India and Indonesia are better position against the proposed border tax laws, proposed by the newly elected American president Donald Trump, compared to some of the other Asian economies, reports suggested.
Under the current proposals for the US border adjustment tax, exports will be exempted from the calculation of the US corporate taxable incomes, while imports will be taxed.
“In a scenario of no or limited USD adjustment, US import prices could rise as much as 25 per cent, resulting in Asia exports declining 3-4 per cent in aggregate, and shaving around 0.5 per cent from the region’s GDP,” Credit Suisse said in a research note.
According to global financial services major Credit Suisse, Asian economies like Vietnam, Taiwan, Korea and Malaysia look most vulnerable to a possible US move to border adjustment tax as these countries export product mix that have higher price elasticity, meaning demand is more sensitive to changes in import prices.
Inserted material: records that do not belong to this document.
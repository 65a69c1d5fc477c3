"""The smallest parts of the result object (`bracing.results`): one limit check, one finding;
named in `bracing.results`.

Views format these values; none recomputes.
"""

from __future__ import annotations

import math
from dataclasses import asdict, dataclass

SEVERITIES = ("danger", "warning", "notice")  # ANSI Z535 signal words, most severe first


@dataclass(slots=True)
class Check:
    """One limit check: demand against capacity on a named load combination, with its source.

    A check is made only where its capacity is known: a check whose capacity is not known is
    left out (its element named by a finding or in `SiteResult.not_checked`), so neither value
    is ever NaN here.

    Attributes
    ----------
    element : str
        What is checked: "brace compression", "foot anchor", "overturning", ...
    region : str
        Where: "whole panel", "worst brace", "end zone, per ft", "interior, per ft", ...
    demand : float
        The factored load effect, in `unit`, on `combination`.
    capacity : float
        The available strength in `unit`: allowable (ASD) or design (LRFD) by the site's basis,
        or an allowable value under LRFD where only that exists (the combination says so). 0 where
        there is none (a rated brace outside its table), which fails visibly.
    unit : str
        "lb", "lb·ft", "lb/ft", "lb·ft/ft", "psf", or "ratio" (an interaction check: demand is
        the ratio, capacity 1.0).
    combination : str
        The load combination, e.g. "0.6D + 0.6W (ASCE 7-16 §2.4.1)".
    source : str
        The published clause or method note the capacity comes from.

    Notes
    -----
    `utilization` is demand / capacity, dimensionless; inf (unbounded) where there is demand and
    no capacity, which JSON writes as null. It passes at <= 1.0.
    """

    element: str
    region: str
    demand: float
    capacity: float
    unit: str
    combination: str
    source: str

    @property
    def utilization(self) -> float:
        """Demand / capacity; infinite when there is demand and no capacity."""
        if self.capacity > 0:
            return self.demand / self.capacity
        return 0.0 if self.demand <= 0 else math.inf

    @property
    def passes(self) -> bool:
        return self.utilization <= 1.0

    def as_dict(self) -> dict:
        return {"element": self.element, "region": self.region, "demand": self.demand,
                "capacity": self.capacity, "unit": self.unit, "combination": self.combination,
                "source": self.source, "utilization": _finite(self.utilization),
                "passes": self.passes}


@dataclass(slots=True)
class Flag:
    """Something the user must see, with its severity and where the rule comes from.

    Attributes
    ----------
    code : str
        A short stable name, e.g. "outside-rated-range", "no-margin".
    severity : str
        One of `SEVERITIES`: "danger", "warning" or "notice" (ANSI Z535 signal words).
    message : str
        What it means for the crew, in plain words.
    source : str
        The published clause or method note of the rule; "" where there is none.
    """

    code: str
    severity: str
    message: str
    source: str = ""

    def as_dict(self) -> dict:
        return asdict(self)


def _finite(x: float) -> float | None:
    """JSON has no infinity: an unbounded value becomes null."""
    return None if x is None or not math.isfinite(x) else x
The hit to GDP of these most exposed four economies would be around 0.5-0.9 per cent due to a likely decline in exports to the US, the report noted.
“India and Indonesia, on the other hand, are better positioned, partly because their export products are less price elastic,” the report adding that these two economies are “less exposed to border tax adjustments in the US due to their lower share of exports to the US as a share of GDP”.
The report jotted down some of the other potential risks to Asian economies that could come from the US border adjustment tax like -- rapid USD appreciation, other economies (like China) would also respond with its own version of border adjustment tax or other similar policies among others, it added.